(Extracted data entries)
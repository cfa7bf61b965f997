/** The run summary printed on the terminal: checks with margins, failed cells, the design-run folder written (printed only after every file is in place). */
import { formatQuantity } from "../units/format.js";
import type { RunResult } from "./run.js";

const q = (v: number | null | undefined, dim: Parameters<typeof formatQuantity>[1]) => (typeof v === "number" && !Number.isNaN(v) ? formatQuantity(v, dim) : "—");

export function summarize(r: RunResult, shown: (p: string) => string = (p) => p): string {
  const out: string[] = [];
  const set = r.inputs.filter((i) => i.overridden);
  if (set.length) out.push(`inputs set: ${set.map((i) => `${i.name} = ${i.text} (notebook: ${i.original})`).join(", ")}`);
  if (r.checks.length) {
    out.push("checks:");
    const w = Math.min(48, Math.max(...r.checks.map((c) => c.title.length)));
    for (const c of r.checks) {
      const req = [typeof c.min === "number" ? `≥ ${q(c.min, c.dim)}` : "", typeof c.max === "number" ? `≤ ${q(c.max, c.dim)}` : ""].filter(Boolean).join(", ");
      out.push(`  ${c.passed ? "pass" : "FAIL"}  ${c.title.padEnd(w)}  ${q(c.value, c.dim)}${req ? ` (${req})` : ""}, margin ${q(c.margin, c.dim)}  [${c.derivation}, cell ${c.cell + 1}]`);
    }
  } else out.push("checks: none recorded");
  for (const f of r.failures) {
    out.push(`cell ${f.cell + 1} ${f.status === "timeout" ? "timed out" : "failed"}:`);
    for (const l of f.lines) out.push(`  ${l}`);
  }
  if (r.skipped.length) out.push(`not run after the failure: cell${r.skipped.length > 1 ? "s" : ""} ${r.skipped.map((i) => i + 1).join(", ")}`);
  out.push(`design-run folder ${shown(r.outDir)}:`);
  out.push(`  report      ${shown(r.reportPath)} (${(r.reportBytes / 1e6).toFixed(2)} MB)`);
  out.push(`  run record  ${shown(r.recordPath)}`);
  out.push(`  notebook    ${shown(r.notebookPath)}`);
  const failed = r.checks.filter((c) => !c.passed).length;
  const verdict = r.failures.length ? `incomplete: cell ${r.failures[0]!.cell + 1} failed` : failed ? `${failed} of ${r.checks.length} checks fail` : `${r.checks.length} of ${r.checks.length} checks pass`;
  out.push(`result: ${verdict} (${r.seconds.total.toFixed(1)} s)`);
  return out.join("\n");
}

*What is being asked:* Word for word, output the lines of the data from its first line through the line where "const req = [typeof" appears, and stop there.

*Response area:*
repository cfa7bf61b965f997
/** The run summary printed on the terminal: checks with margins, failed cells, the design-run folder written (printed only after every file is in place). */
import { formatQuantity } from "../units/format.js";
import type { RunResult } from "./run.js";

const q = (v: number | null | undefined, dim: Parameters<typeof formatQuantity>[1]) => (typeof v === "number" && !Number.isNaN(v) ? formatQuantity(v, dim) : "—");

export function summarize(r: RunResult, shown: (p: string) => string = (p) => p): string {
  const out: string[] = [];
  const set = r.inputs.filter((i) => i.overridden);
  if (set.length) out.push(`inputs set: ${set.map((i) => `${i.name} = ${i.text} (notebook: ${i.original})`).join(", ")}`);
  if (r.checks.length) {
    out.push("checks:");
    const w = Math.min(48, Math.max(...r.checks.map((c) => c.title.length)));
    for (const c of r.checks) {
      const req = [typeof c.min === "number" ? `≥ ${q(c.min, c.dim)}` : "", typeof c.max === "number" ? `≤ ${q(c.max, c.dim)}` : ""].filter(Boolean).join(", ");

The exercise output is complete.